Fig. 10 Violin plot illustrating the range and distribution of Cauchy stresses output by the Micromorphic Filter for filtering domains of increasing refinement, comparison with DNS stresses

Micromorphic Constitutive Model Calibration

The homogenized quantities output by the Micromorphic Filter for the Ratel DNS are now fit to the St. Venant-Kirchhoff model shown from equation Eq. (5) The goal is to recover the elastic parameters input to the DNS (\(E^*=\text{165 MPa}\) and \(\nu^* = \text{0.39}\)) in the form of the Lam'e parameters (\(\lambda^* \approx \text{210.4 MPa}\) and \(\mu^* \approx \text{59.35 MPa}\)) calculated in Eq. (12).

The calibration is conducted for every filtering domain. Figure 11 shows the calibration results for the single filtering domain case. The resulting Lam'e parameters for the single filter domain calibration are \(\lambda^* = \text{213.35 MPa}\) and \(\mu^* = \text{59.45 MPa}\) which deviates slightly from the DNS inputs. Future efforts will attempt to improve the calibration routine to better recover the expected values. Similar figures are generated for each and every filtering domain calibration. It is clear that the \(\sigma_{33}\) is captured. All other stresses are not considered for this calibration.

Fig. 11 Comparison of calibrated Cauchy stresses (blue lines) to the output from the Micromorphic Filter (orange markers) for 1 filtering domain

A summary of the calibrations for all filtering domains is provided in Figure 12. The “best: value is sampled from the peak of the KDE with values of 213.13 and 59.40 MPa for \(\lambda^*\) and \(\mu^*\), respectively, which again deviates slightly from the DNS inputs. The KDE plots also show that some calibrations result in higher and lower values.

(a) KDE for :math:`\lambda^*`

(b) KDE for $\mu^*$

Fig. 12 Kernel density estimate (KDE) for distributions of calibrated material parameters across all filtering domains (1, 24, 48, and 192)

Macroscale Simulation

Macro-scale simulations are now conducted in Tardigrade-MOOSE using the unique calibrations for each filtering domain applied to identical macro-scale meshes. The same boundary and loading conditions are applied in the macro-scale simulations as the Ratel DNS. An additional, homogeneous simulation is run for a mesh with 7680 elements with \(\lambda^* = \text{210.4 MPa}\) and \(\mu^* = \text{59.35 MPa}\) to investigate how closely Tardigrade-MOOSE results will agree with analytical calculations. Only force versus displacements will be discussed.
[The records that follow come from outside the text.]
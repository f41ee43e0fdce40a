package ephemeris

import (
	"math"
	"strings"
	"testing"
)

// Every column of the time-scale table (ERFA 2.0.0.1; 27 of the 200 rows sit
// on leap-second edges, 9 of them inside 23:59:60).
func TestTimeScalesAgreeWithERFA(t *testing.T) {
	tab := readTable(t, "../../testdata/reference/timescales_public.csv")
	var tai, tt, ut1, tdb, era, gmst, gast, eo, dpsi, deps, eps, unixERA worst
	inside := 0
	for i := range tab.rows {
		u, err := ParseUTC(tab.text(i, "utc"))
		if err != nil {
			t.Fatalf("row %d: %v", i+1, err)
		}
		c := NewClock(nil, Orientation{DUT1: tab.num(i, "dut1_s")})
		if err := c.Check(u); err != nil {
			t.Errorf("row %d: %v", i+1, err)
		}
		diff := func(d DayFraction, prefix string) float64 {
			return (float64(d.Day) - tab.num(i, prefix+"_mjd_int") + d.Fraction - tab.num(i, prefix+"_mjd_frac")) * 86400
		}
		tai.add(diff(c.TAI(u), "tai"))
		tt.add(diff(c.TT(u), "tt"))
		ut1.add(diff(c.UT1(u), "ut1"))
		tdb.add(tab.num(i, "tdb_minus_tt_s")) // ignored by this package: how much is that?
		cent := c.CenturiesTT(u)
		a := EarthRotationAngle(c.UT1(u))
		era.add(angleError(a, tab.num(i, "era_deg")*degree) / degree)
		gmst.add(angleError(GMST(a, cent), tab.num(i, "gmst06_deg")*degree) / degree)
		gast.add(angleError(GAST(a, cent), tab.num(i, "gast06a_deg")*degree) / arcsec)
		eo.add((EquationOfOrigins(cent) - tab.num(i, "eo_deg")*degree) / arcsec)
		p, e := Nutation(cent)
		dpsi.add(p/arcsec - tab.num(i, "dpsi_arcsec"))
		deps.add(e/arcsec - tab.num(i, "deps_arcsec"))
		eps.add((MeanObliquity(cent) - tab.num(i, "eps_mean06_deg")*degree) / arcsec)
		if got := c.TAI(u).SinceJ2000() - u.Unix()/86400; strings.Contains(tab.text(i, "utc"), ":60.") {
			inside++ // Unix s repeat here, which the days since J2000 must not
			if math.Abs(c.TAIMinusUTC(u.Unix())-tab.num(i, "tai_utc_s")-1) > 0 {
				t.Errorf("row %d: Unix s inside a leap second must read as the second after it (%g)", i+1, got)
			}
			continue
		}
		if got, want := c.TAIMinusUTC(u.Unix()), tab.num(i, "tai_utc_s"); got != want {
			t.Errorf("row %d: TAI-UTC %g, want %g", i+1, got, want)
		}
		unixERA.add(angleError(c.ERA(u.Unix()), tab.num(i, "era_deg")*degree) / degree)
		if d := (c.Centuries(u.Unix()) - cent) * 36525 * 86400; math.Abs(d) > 1e-6 {
			t.Errorf("row %d: Centuries is %g s off CenturiesTT", i+1, d)
		}
	}
	if inside != 9 {
		t.Errorf("%d rows inside a leap second, want 9", inside)
	}
	// The table has 14 digits of a day (9e-10 s) and 10 of a degree.
	tai.check(t, "TAI, s", 1e-9)
	tt.check(t, "TT, s", 1e-9)
	ut1.check(t, "UT1, s", 1e-9)
	tdb.check(t, "TDB-TT, neglected, s", 1.7e-3)
	era.check(t, "ERA, deg", 1e-9)
	unixERA.check(t, "ERA from Unix s, deg", 2e-9)
	gmst.check(t, "GMST06, deg", 1e-9)
	// Below: IAU 2000B here against 2000A there, which its authors put at 1 mas
	// for 1995-2050.
	gast.check(t, "GAST06A, arcsec", 0.003)
	eo.check(t, "equation of origins, arcsec", 0.003)
	dpsi.check(t, "dpsi, arcsec", 0.003)
	deps.check(t, "deps, arcsec", 0.001)
	eps.check(t, "mean obliquity, arcsec", 1e-6)
}

// All 28 rows of the leap-second reference (IERS Bulletin C as in the tz
// database) and the second before each.
func TestEmbeddedLeapSeconds(t *testing.T) {
	tab := readTable(t, "../../testdata/reference/leap_seconds.csv")
	leap := EmbeddedLeapSeconds()
	if len(leap.from) != len(tab.rows) {
		t.Fatalf("%d rows, want %d", len(leap.from), len(tab.rows))
	}
	for i := range tab.rows {
		unix := (tab.num(i, "mjd_utc_start") - 40587) * 86400
		want := tab.num(i, "tai_minus_utc_s")
		if got := leap.At(unix); got != want {
			t.Errorf("%s: TAI-UTC %g, want %g", tab.text(i, "date"), got, want)
		}
		if i == 0 {
			continue
		}
		if got := leap.At(unix - 1e-3); got != want-1 {
			t.Errorf("just before %s: TAI-UTC %g, want %g", tab.text(i, "date"), got, want-1)
		}
		if got := leap.dayLength(unix - 86400); got != 86401 {
			t.Errorf("the day before %s has %g s, want 86401", tab.text(i, "date"), got)
		}
	}
	if got := UTCFromUnix(leap.Expires()).String(); got != "2027-06-28T00:00:00.000Z" {
		t.Errorf("expires %s, want 2027-06-28", got)
	}
	if got := NewClock(nil, Orientation{}).LeapExpires(); got != leap.Expires() {
		t.Errorf("the clock says the table expires %g", got)
	}
}

// Before 1972 the first value holds, after the end the last.
func TestLeapSecondsBeyondTheTable(t *testing.T) {
	leap := EmbeddedLeapSeconds()
	if got := leap.At(-1e9); got != 10 {
		t.Errorf("in 1938: %g, want 10", got)
	}
	if got := leap.At(4e9); got != 37 {
		t.Errorf("in 2096: %g, want 37", got)
	}
}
Figure 13 shows a comparison of Ratel DNS and macroscale simulations. For clarity, the plot is bounded between displacements of 0.025 to 0.05 mm and forces of 10 to 35 N. For the 3 filtering domain cases with multiple material inputs, the final force values are 28.79, 28.79, and 31.16 N for 24, 48, and 192 domains. Total force is calculated as a nodal sum and the 24 and 48 domain cases have the same number of elements on the top and bottom surfaces, so the forces do not change. For the fine mesh with 7680 elements and a uniform material, the total force is 31.71 N. While the final DNS force is 32.36 N, the force calculated for finite deformations in Eq. (14) is 31.91 N which compares well to the value of 31.71 N observed for the finest mesh. This result is expected because Tardigrade-MOOSE runs in the geometrically nonlinear regime.

Fig. 13 Comparison of forces and diplacements between macro-scale simulations and DNS.